Saved data entries:

def test_threshold_at_delta_recovers_the_true_outline():
    """delta > 1.0 degC on the noise-free field gives back each true wet outline closely."""
    scene = RoofScene(noise_c=0.0)
    _, truth = render_roof(scene)
    mask = (truth.surface_c - truth.background_c) > 1.0
    found = [shape(g) for g, _ in features.shapes(mask.astype("uint8"), mask=mask, transform=truth.transform)]
    for poly in [*truth.wet, *truth.refuted]:
        hit = shapely.union_all([f for f in found if f.intersects(poly)])
        iou = shapely.intersection(hit, poly).area / shapely.union(hit, poly).area
        assert iou > (0.9 if poly.area < 5 else 0.98)
    # besides them only the hot rooftop unit, inside its exclusion
    others = [f for f in found if not any(f.intersects(p) for p in [*truth.wet, *truth.refuted])]
    assert len(others) == 1 and truth.exclusions[0].contains(others[0])


# ----- the cores ----------------------------------------------------------------------


def test_cores_fall_where_the_scenario_says(written):
    folder, _, truth = written
    rows = _read_cores(folder / "cores.csv")
    assert list(rows[0])[:6] == ["id", "x", "y", "result", "depth_mm", "notes"]
    assert all(r["result"] in ("wet", "dry") for r in rows)
    pts = {r["id"]: (Point(float(r["x"]), float(r["y"])), r["result"]) for r in rows}
    assert len(pts) == len(rows)

    wet_hits = [[i for i, (p, res) in pts.items() if poly.contains(p)] for poly in truth.wet]
    # every core inside a wet outline says wet; two wet areas are cored ...
    for ids in wet_hits:
        assert all(pts[i][1] == "wet" for i in ids)
    assert sum(1 for ids in wet_hits if ids) == 2
    # ... and the smallest one is not (it stays "unverified")
    smallest = min(range(len(truth.wet)), key=lambda k: truth.wet[k].area)
    assert wet_hits[smallest] == []
    # each refuted patch holds a dry core
    for poly in truth.refuted:
        inside = [res for p, res in pts.values() if poly.contains(p)]
        assert inside and set(inside) == {"dry"}
    # at least two dry cores in the dry field, away from every anomaly and exclusion
    anomalies = shapely.union_all([*truth.wet, *truth.refuted, *truth.exclusions])
    field = [i for i, (p, res) in pts.items() if res == "dry" and p.distance(anomalies) > 2.0]
    assert len(field) >= 2
    assert all(truth.outline.contains(p) for p, _ in pts.values())
    assert [c.id for c in truth.cores] == [r["id"] for r in rows]


# ----- variants -----------------------------------------------------------------------


@pytest.mark.parametrize(
    "dtype, units",
    [("float32", "K"), ("float32", "F"), ("uint16", "K"), ("uint16", "C"), ("uint16", "F")],
)
def test_dtype_and_units_variants_round_trip(tmp_path, dtype, units):
    from wetmap.radiometry import surface_from_apparent
    from wetmap.survey import load_survey

    scene = RoofScene(dtype=dtype, units=units, **COARSE)
    truth = write_roof_survey(tmp_path, scene)
    doc = tomllib.loads((tmp_path / "survey.toml").read_text(encoding="utf-8"))
    mosaic = doc["mosaic"][0]
    assert mosaic["units"] == units
    scale, offset = mosaic.get("scale", 1.0), mosaic.get("offset", 0.0)
    assert (scale, offset) == scene.scale_offset
    if dtype == "uint16":
        assert "scale" in mosaic and "offset" in mosaic
    survey = load_survey(tmp_path)
    assert (survey.mosaics[0].scale, survey.mosaics[0].offset) == (scale, offset)

    with rasterio.open(tmp_path / mosaic["path"]) as src:
        assert src.dtypes[0] == dtype
        assert src.nodata == scene.nodata
        data = src.read(1, masked=True)
    valid = ~data.mask
    assert np.array_equal(valid, np.isfinite(truth.surface_c))
    apparent_k = _decode_to_kelvin(data.data[valid], units=units, scale=scale, offset=offset)
    surface_k = np.asarray(surface_from_apparent(
        apparent_k, emissivity=scene.emissivity, reflected_k=scene.reflected_c + KELVIN,
        transmittance=1.0,
    ))
    # float32 keeps 1e-3 K; uint16 counts of 0.01 K (or 0.01 degR) round by half a count,
    # which the inversion enlarges by about 1/emissivity
    tol = 1e-3 if dtype == "float32" else 0.5 * scale * (5 / 9 if units == "F" else 1) * 1.2 + 1e-4
    assert np.abs(surface_k - (truth.surface_c[valid] + KELVIN)).max() < tol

- [TASK ITEM]: I'd like the lines above from the one with "assert [c.id for" up to and including the one with "scene = RoofScene(dtype=dtype, units=units, **COARSE)" copied exactly, with no other lines.

- [REPLY TO THE TASK]:
    assert [c.id for c in truth.cores] == [r["id"] for r in rows]


# ----- variants -----------------------------------------------------------------------


@pytest.mark.parametrize(
    "dtype, units",
    [("float32", "K"), ("float32", "F"), ("uint16", "K"), ("uint16", "C"), ("uint16", "F")],
)
def test_dtype_and_units_variants_round_trip(tmp_path, dtype, units):
    from wetmap.radiometry import surface_from_apparent
    from wetmap.survey import load_survey

    scene = RoofScene(dtype=dtype, units=units, **COARSE)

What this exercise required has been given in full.